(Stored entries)
def test_sigterm_and_sigint_stop_cleanly_and_resume_continues(tmp_path):
    run_dir = tmp_path / "run"
    # SIGTERM during production of `hopwell run`.
    proc, err = _spawn(_start(run_dir), tmp_path, "run")
    _wait_for_cycle(proc, run_dir, above=TRAINING_CYCLES - 1)
    proc.send_signal(signal.SIGTERM)
    assert proc.wait(timeout=60) == 0, err.read_text()
    stopped = _check_run(run_dir, finished=False)
    assert f"run finished at cycle {stopped['cycle']}" in err.read_text()
    assert TRAINING_CYCLES <= stopped["cycle"] < TRAINING_CYCLES + BUDGET // 4

    # SIGINT (Ctrl-C) during `hopwell resume`, once it has written a new checkpoint.
    proc, err = _spawn(["resume", str(run_dir)], tmp_path, "resume1")
    _wait_for_cycle(proc, run_dir, above=stopped["cycle"])
    proc.send_signal(signal.SIGINT)
    assert proc.wait(timeout=60) == 0, err.read_text()
    assert "Traceback" not in err.read_text()
    again = _check_run(run_dir, finished=False)
    assert again["cycle"] > stopped["cycle"]
    assert f"run finished at cycle {again['cycle']}" in err.read_text()

    # A clean stop leaves nothing for resume to throw away.
    log = (run_dir / "progress.log").read_text()
    assert f"resumed at cycle {stopped['cycle']}" in log
    assert "removed" not in log


# -- before the first checkpoint -------------------------------------------------------------
def _strip_to_start(run_dir: Path) -> None:
    """Leave what a kill between creating the directory and checkpoint zero leaves."""
    (run_dir / "state.npz").unlink()
    for path in list((run_dir / "chunks").iterdir()) + list(run_dir.glob("flow-*.pt")):
        path.unlink()


def test_resume_before_checkpoint_zero_starts_from_the_beginning(finished_run, tmp_path):
    from hopwell.sampling.run import resume_run

    run_dir = _copy_run(finished_run, tmp_path / "run")
    _strip_to_start(run_dir)
    (run_dir / "chunks" / ".000000.npz.interrupted.tmp").write_bytes(b"partial")
    sampler = resume_run(run_dir)  # what `hopwell resume` calls
    assert sampler.cycle == _check_run(run_dir)["cycle"]


def test_resume_refuses_chunks_without_a_checkpoint(finished_run, tmp_path):
    """Chunks but no state.npz cannot come from a crash; resume must not guess (nor delete)."""
    from hopwell.sampling.run import resume_run

    run_dir = _copy_run(finished_run, tmp_path / "run")
    (run_dir / "state.npz").unlink()
    before = sorted(os.listdir(run_dir / "chunks"))
    with pytest.raises(InputError, match="no checkpoint"):
        resume_run(run_dir)
    assert sorted(os.listdir(run_dir / "chunks")) == before


def test_resume_of_a_finished_run_changes_nothing(finished_run, tmp_path):
    from hopwell.sampling.run import resume_run

    run_dir = _copy_run(finished_run, tmp_path / "run")
    before = _state(run_dir)
    chunks = {p.name: p.read_bytes() for p in (run_dir / "chunks").iterdir()}
    sampler = resume_run(run_dir)
    after = _state(run_dir)
    for key in ("cycle", "next_chunk", "production_samples", "positions_nm", "energies_kj"):
        np.testing.assert_array_equal(before[key], after[key])
    assert sampler.cycle == int(before["cycle"])
    assert {p.name: p.read_bytes() for p in (run_dir / "chunks").iterdir()} == chunks
    _check_run(run_dir)


# -- in-process crash points ----------------------------------------------------------------
class SimulatedCrash(BaseException):
    """Stands for the process dying at this point (not an Exception: nothing may catch it)."""


def test_crash_while_rewriting_the_flow_checkpoint_keeps_the_run_resumable(finished_run, tmp_path,
                                                                           monkeypatch):
    """A flush at the checkpoint's own cycle rewrites the flow file the checkpoint names."""
    import torch

    from hopwell.sampling.run import load_sampler

    run_dir = _copy_run(finished_run, tmp_path / "run")
    sampler = load_sampler(run_dir)
    real_save = torch.save

    def dying_save(obj, f, *args, **kwargs):
        buffer = io.BytesIO()
        real_save(obj, buffer, *args, **kwargs)
        half = buffer.getvalue()[: len(buffer.getvalue()) // 2]
        if isinstance(f, (str, os.PathLike)):
            with open(f, "wb") as handle:
                handle.write(half)
        else:
            f.write(half)
        raise SimulatedCrash

    monkeypatch.setattr(torch, "save", dying_save)
    with pytest.raises(SimulatedCrash):
        sampler.flush()
    monkeypatch.undo()
    load_sampler(run_dir)  # the checkpoint and the flow file it names still load
    _check_run(run_dir)


def test_crash_between_chunk_and_checkpoint_drops_the_uncounted_chunk(finished_run, tmp_path,
                                                                      monkeypatch):
    from hopwell.sampling.run import load_sampler
    from hopwell.sampling.sampler import Budget

    run_dir = _copy_run(finished_run, tmp_path / "run")
    sampler = load_sampler(run_dir)
    counted = int(_state(run_dir)["next_chunk"])

    def dying_write_state(self, arrays):
        raise SimulatedCrash

    monkeypatch.setattr(RunStore, "write_state", dying_write_state)
    with pytest.raises(SimulatedCrash):
        sampler.run(Budget(samples=BUDGET + 8))  # two more cycles, then the flush dies
    monkeypatch.undo()
    assert RunStore(run_dir).chunk_indices()[-1] == counted  # written, but no checkpoint counts it
    load_sampler(run_dir)
    assert RunStore(run_dir).chunk_indices() == list(range(counted))
    assert "removed 1 chunk(s)" in (run_dir / "progress.log").read_text()
    _check_run(run_dir, finished=False)  # (the dead flush's flow file is pruned by the next one)


# -- store units --------------------------------------------------------------------------
def test_atomic_write_failure_at_rename_keeps_the_old_content(tmp_path, monkeypatch):
    import hopwell.atomic

    target = tmp_path / "state.npz"
    atomic_write_bytes(target, b"old content")

    def failing_replace(src, dst):
        raise OSError("disk gone")

    monkeypatch.setattr(hopwell.atomic.os, "replace", failing_replace)
    with pytest.raises(OSError, match="disk gone"):
        atomic_write_bytes(target, b"new content" * 1000)
    assert target.read_bytes() == b"old content"
    assert sorted(os.listdir(tmp_path)) == ["state.npz"], "the temp file must be removed"


def test_atomic_write_failure_mid_write_keeps_the_old_content(tmp_path, monkeypatch):
    import hopwell.atomic

    target = tmp_path / "000003.npz"
    atomic_write_bytes(target, b"old content")
    calls = []

    def dying_fsync(fd):
        calls.append(fd)
        raise SimulatedCrash  # after the bytes went to the temp file, before the rename

    monkeypatch.setattr(hopwell.atomic.os, "fsync", dying_fsync)
    with pytest.raises(SimulatedCrash):
        atomic_write_bytes(target, b"new content" * 1000)
    assert calls and target.read_bytes() == b"old content"
    assert sorted(os.listdir(tmp_path)) == ["000003.npz"]
    monkeypatch.undo()
    atomic_write_bytes(target, b"new")
    assert target.read_bytes() == b"new" and sorted(os.listdir(tmp_path)) == ["000003.npz"]


def _toy_store(path: Path, n: int) -> RunStore:
    store = RunStore.create(path, {"input": "toy"}, {})
    for i in range(n):
        store.write_chunk(i, {"cycle": np.full(4, i), "walker": np.arange(4)}, {})
    return store


def test_discard_chunks_from(tmp_path):
    store = _toy_store(tmp_path / "run", 5)
    (store.path / "chunks" / ".000005.npz.abcd.tmp").write_bytes(b"half a chunk")
    assert store.chunk_indices() == [0, 1, 2, 3, 4]  # temp files are never read as chunks
    assert store.discard_chunks_from(3) == 2
    assert store.chunk_indices() == [0, 1, 2]
    assert sorted(os.listdir(store.path / "chunks")) == ["000000.npz", "000001.npz", "000002.npz"]
    assert [int(c["state_cycle"][0]) for c in store.iter_chunks()] == [0, 1, 2]
    assert store.discard_chunks_from(10) == 0 and store.chunk_indices() == [0, 1, 2]
    assert [int(c["state_cycle"][0]) for c in store.iter_chunks(upto=2)] == [0, 1]
    assert store.discard_chunks_from(0) == 3 and store.chunk_indices() == []


def test_create_refuses_a_directory_that_holds_a_run(tmp_path):
    store = _toy_store(tmp_path / "run", 2)
    config = (store.path / "run.toml").read_bytes()
    with pytest.raises(InputError, match="already holds a run"):
        RunStore.create(store.path, {"input": "other"}, {"molecule.sdf": b"x"})
    assert (store.path / "run.toml").read_bytes() == config
    assert not (store.path / "molecule.sdf").exists() and store.chunk_indices() == [0, 1]


def test_cli_run_into_an_existing_run_exits_2_and_leaves_it_alone(finished_run, tmp_path):
    run_dir = _copy_run(finished_run, tmp_path / "run")
    before = {p.name: p.read_bytes() for p in run_dir.rglob("*") if p.is_file()}
    message = _one_line_error(_hopwell(_start(run_dir), cwd=tmp_path))
    assert "already holds a run" in message
    assert {p.name: p.read_bytes() for p in run_dir.rglob("*") if p.is_file()} == before


def test_cli_resume_of_a_non_run_directory_exits_2(tmp_path):
    (tmp_path / "empty").mkdir()
    (tmp_path / "empty" / "notes.txt").write_text("not a run")
    message = _one_line_error(_hopwell(["resume", str(tmp_path / "empty")], cwd=tmp_path))
    assert "not a hopwell run directory" in message and str(tmp_path / "empty") in message
    assert sorted(os.listdir(tmp_path / "empty")) == ["notes.txt"]
    for target in (tmp_path / "missing", tmp_path / "empty" / "notes.txt"):
        with pytest.raises(InputError, match="not a hopwell run directory"):
            RunStore.open(target)
    assert not (tmp_path / "missing").exists()


# -- one writer per directory ---------------------------------------------------------------
def test_resume_is_refused_while_another_process_samples_into_the_directory(finished_run, tmp_path):
    """A second writer would drop the first one's uncounted chunks; the lock must refuse it.

    The holder is a separate process, killed with SIGKILL afterwards: the kernel frees a flock
    when its holder dies (flock(2), Linux man-pages), so a killed run must not block a resume.
    """
    run_dir = _copy_run(finished_run, tmp_path / "run")
    holder = subprocess.Popen(
        [sys.executable, "-c", "import sys, time\nfrom hopwell.sampling.store import RunStore\n"
         f"with RunStore({str(run_dir)!r}).exclusive():\n    print('held', flush=True)\n"
         "    time.sleep(120)\n"],
        stdout=subprocess.PIPE, text=True, env=ENV)
    try:
        assert holder.stdout.readline().strip() == "held"
        files = {p.name: p.read_bytes() for p in run_dir.rglob("*") if p.is_file()}
        message = _one_line_error(_hopwell(["resume", str(run_dir)], cwd=tmp_path))
        assert "in use by another hopwell process" in message and f"pid {holder.pid}" in message
        assert {p.name: p.read_bytes() for p in run_dir.rglob("*") if p.is_file()} == files
        status = json.loads(_hopwell(["status", str(run_dir), "--json"], cwd=tmp_path).stdout)
        assert status["sampling_pid"] == holder.pid
    finally:
        holder.kill()
        holder.wait()
    assert RunStore.open(run_dir).writer_pid() is None
    result = _hopwell(["resume", str(run_dir)], cwd=tmp_path)
    assert result.returncode == 0, result.stderr
    _check_run(run_dir)


def test_a_second_start_into_a_directory_being_started_is_refused(tmp_path):
    """Before run.toml exists only the lock stops two starts from writing one directory."""
    from hopwell.sampling.run import start_run
    from hopwell.sampling.sampler import Budget, SamplerSettings
    from hopwell.systems.builder import BuildOptions

    with RunStore(tmp_path / "run").exclusive():
        with pytest.raises(InputError, match=f"in use by another hopwell process \\(pid {os.getpid()}\\)"):
            start_run("CCCC", tmp_path / "run", BuildOptions(), SamplerSettings(), Budget(samples=10))
    assert not (tmp_path / "run" / "run.toml").exists()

• Exercise:
Each line of the data that has the string "gone" should be returned.

• Written answer:
        raise OSError("disk gone")
    with pytest.raises(OSError, match="disk gone"):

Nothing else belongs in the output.